Fig 3. Comparison of pharmacological AMPK activation and exercise in lean C57BL/6 mice (n = 8).

Effects of pharmacological AMPK activation on fasting blood glucose (FBG) and pACC/ACC ratio 1h (A) and 5h (B) post dose (LA2, 3 and 30 mg/kg, PO and SA2, 3 and 20 mg/kg, PO) in 12-week old lean C57BL/6 mice. The effects of 130 min treadmill exercise on pACC/ACC ratio (treadmill exercise at speed of 10 m/min) are also shown in (B); Data are represented as mean ± SEM. *p < 0.05, **p < 0. 01, ***p < 0.001 relative to vehicle. (C) Acute exercise and pharmacological AMPK activation have robust transcriptional effects in heart, skeletal muscle, and liver (n = 5). Tissues were collected 5 h post dose, or at the end of exercise. Shown are the number of probesets (y-axis) that met the fold change cutoffs (x-axis). Only the probesets with FDR_BH (False Discovery Rate Benjamini & Hochberg) p<0.1 were included. (D) For skeletal muscle gene expression profiling, 789 probesets are shown that met the +/- 1.2 fold change and FDR_BH p<0.1 threshold in both the exercise and LA2 (30 mg/kg, PO) groups (indicated by grey dots). The color gradient represents fold change compared to vehicle treated sedentary mice (-2.0 to 2.0 fold). (E) Pathway analysis of heart, skeletal muscle, liver, BAT, and WAT of C57BL/6 mice (1) exercised on treadmill for 130 min; and (2) treated with LA2 (30 mg/kg, PO).

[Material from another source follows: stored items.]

/**
 * Matrix exponential of a dense square matrix, by scaling and squaring with a
 * diagonal Padé approximant.
 *
 * Hand-written because ml-matrix has no matrix exponential, and the Van Loan
 * discretisation (./van-loan.ts) exponentiates one 2n x 2n block per segment
 * and per source, on the row-major Float64Array layout the hot path uses.
 *
 * Algorithm: N. J. Higham, "The scaling and squaring method for the matrix
 * exponential revisited", SIAM J. Matrix Anal. Appl. 26(4):1179–1193, 2005,
 * Algorithm 2.3 (degrees 3, 5, 7, 9, 13 chosen by the 1-norm against the
 * θ_m of its Table 2.3; balancing is not done).
 */

import { InputError } from '../errors';
import { identity, multiply, oneNorm } from './dense-matrix';

/** Padé coefficients b_0..b_m of r_m (Higham 2005, eq. 2.2 and §2; b_j = (2m−j)! m! / ((2m)! j! (m−j)!) up to a common factor). */
const PADE_COEFFICIENTS: Readonly<Record<number, readonly number[]>> = {
  3: [120, 60, 12, 1],
  5: [30240, 15120, 3360, 420, 30, 1],
  7: [17297280, 8648640, 1995840, 277200, 25200, 1512, 56, 1],
  9: [17643225600, 8821612800, 2075673600, 302702400, 30270240, 2162160, 110880, 3960, 90, 1],
  13: [
    64764752532480000, 32382376266240000, 7771770303897600, 1187353796428800, 129060195264000,
    10559470521600, 670442572800, 33522128640, 1323241920, 40840800, 960960, 16380, 182, 1,
  ],
};

/** θ_m: largest 1-norm for which r_m needs no scaling (Higham 2005, Table 2.3, double precision). */
const THETA: ReadonlyArray<readonly [degree: number, theta: number]> = [
  [3, 1.495585217958292e-2],
  [5, 2.539398330063230e-1],
  [7, 9.504178996162932e-1],
  [9, 2.097847961257068],
];
const THETA_13 = 5.371920351148152;

/**
 * e^A for a real n x n matrix A.
 *
 * @param a row-major n x n matrix (length n*n); any units, as long as the
 *   entries are dimensionless in the product A (e.g. F·Δt). Not modified.
 * @param n matrix order, a positive integer.
 * @returns a new row-major n x n Float64Array holding e^A.
 * @throws InputError when n is not a positive integer, the length is not
 *   n*n, or an entry is not finite.
 */
export function expm(a: Float64Array, n: number): Float64Array {
  checkSquare(a, n);
  const norm = oneNorm(a, n);
  for (const [degree, theta] of THETA) {
    if (norm <= theta) return padeRatio(a, n, degree);
  }
  // Higham 2005, Algorithm 2.3: s = ⌈log2(‖A‖₁/θ13)⌉, then r13(A/2^s)^(2^s).
  const s = Math.max(0, Math.ceil(Math.log2(norm / THETA_13)));
  const scaled = a.map((x) => x / 2 ** s);
  let result = padeRatio(scaled, n, 13);
  for (let k = 0; k < s; k++) result = multiply(result, result, n);
  return result;
}

/** r_m(A) = [q_m(A)]⁻¹ p_m(A) with p_m = V + U, q_m = V − U (Higham 2005, eqs. 2.10–2.12). */
function padeRatio(a: Float64Array, n: number, degree: number): Float64Array {
  const b = PADE_COEFFICIENTS[degree];
  const a2 = multiply(a, a, n);
  let u: Float64Array;
  let v: Float64Array;
  if (degree < 13) {
    // Even powers A^0, A^2, ... A^(m−1); U = A Σ b_(2k+1) A^(2k), V = Σ b_(2k) A^(2k).
    const powers = [identity(n), a2];
    for (let k = 2; 2 * k <= degree; k++) powers.push(multiply(powers[k - 1], a2, n));
    const odd = new Float64Array(n * n);
    v = new Float64Array(n * n);
    powers.forEach((p, k) => {
      addScaled(odd, p, b[2 * k + 1]);
      addScaled(v, p, b[2 * k]);
    });
    u = multiply(a, odd, n);
  } else {
    // Eq. 2.12: six multiplications instead of twelve.
    const a4 = multiply(a2, a2, n);
    const a6 = multiply(a4, a2, n);
    const inner = combine(n, [a6, b[13]], [a4, b[11]], [a2, b[9]]);
    const outer = multiply(a6, inner, n);
    addScaled(outer, combine(n, [a6, b[7]], [a4, b[5]], [a2, b[3]], [identity(n), b[1]]), 1);
    u = multiply(a, outer, n);
    v = multiply(a6, combine(n, [a6, b[12]], [a4, b[10]], [a2, b[8]]), n);
    addScaled(v, combine(n, [a6, b[6]], [a4, b[4]], [a2, b[2]], [identity(n), b[0]]), 1);
  }
  const numerator = combine(n, [v, 1], [u, 1]);
  const denominator = combine(n, [v, 1], [u, -1]);
  return solveInPlace(denominator, numerator, n);
}

/**
 * Solves D X = B for X by LU with partial pivoting; D and B are overwritten,
 * X is returned in B's storage. q_m(A) is well conditioned for ‖A‖₁ ≤ θ_m
 * (Higham 2005, §2), so partial pivoting is enough.
 */
function solveInPlace(d: Float64Array, b: Float64Array, n: number): Float64Array {
  for (let col = 0; col < n; col++) {
    let pivot = col;
    for (let row = col + 1; row < n; row++) {
      if (Math.abs(d[row * n + col]) > Math.abs(d[pivot * n + col])) pivot = row;
    }
    if (pivot !== col) {
      swapRows(d, n, col, pivot);
      swapRows(b, n, col, pivot);
    }
    const diag = d[col * n + col];
    for (let row = col + 1; row < n; row++) {
      const factor = d[row * n + col] / diag;
      if (factor === 0) continue;
      for (let k = col; k < n; k++) d[row * n + k] -= factor * d[col * n + k];
      for (let k = 0; k < n; k++) b[row * n + k] -= factor * b[col * n + k];
    }
  }
  for (let row = n - 1; row >= 0; row--) {
    for (let k = row + 1; k < n; k++) {
      const factor = d[row * n + k];
      if (factor === 0) continue;
      for (let j = 0; j < n; j++) b[row * n + j] -= factor * b[k * n + j];
    }
    const diag = d[row * n + row];
    for (let j = 0; j < n; j++) b[row * n + j] /= diag;
  }
  return b;
}

function swapRows(m: Float64Array, n: number, i: number, j: number): void {
  for (let k = 0; k < n; k++) {
    const t = m[i * n + k];
    m[i * n + k] = m[j * n + k];
    m[j * n + k] = t;
  }
}

function combine(n: number, ...terms: Array<[Float64Array, number]>): Float64Array {
  const out = new Float64Array(n * n);
  for (const [m, c] of terms) addScaled(out, m, c);
  return out;
}

function addScaled(target: Float64Array, m: Float64Array, c: number): void {
  for (let k = 0; k < target.length; k++) target[k] += c * m[k];
}

function checkSquare(a: Float64Array, n: number): void {
  if (!Number.isInteger(n) || n < 1) {
    throw new InputError('n', `matrix order must be a positive integer, got ${n}`);
  }
  if (a.length !== n * n) {
    throw new InputError('a', `expected ${n * n} entries for a ${n} x ${n} matrix, got ${a.length}`);
  }
  if (!a.every(Number.isFinite)) {
    throw new InputError('a', 'every matrix entry must be a finite number');
  }
}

White boxes represent changes that did not reach statistical significance (1.2 fold and p<0.05). (F) Fkbp5 was one of six genes (represented by 7 probesets) that were significantly regulated by both acute exercise and acute pharmacological AMPK activation (LA2, 30 mg/kg, PO) in all 5 tissues profiled. Shown in the box plot are the log2_Intensity values per treatment group. (G) Schematic diagram summarizing the pathways regulated by exercise and direct AMPK activation.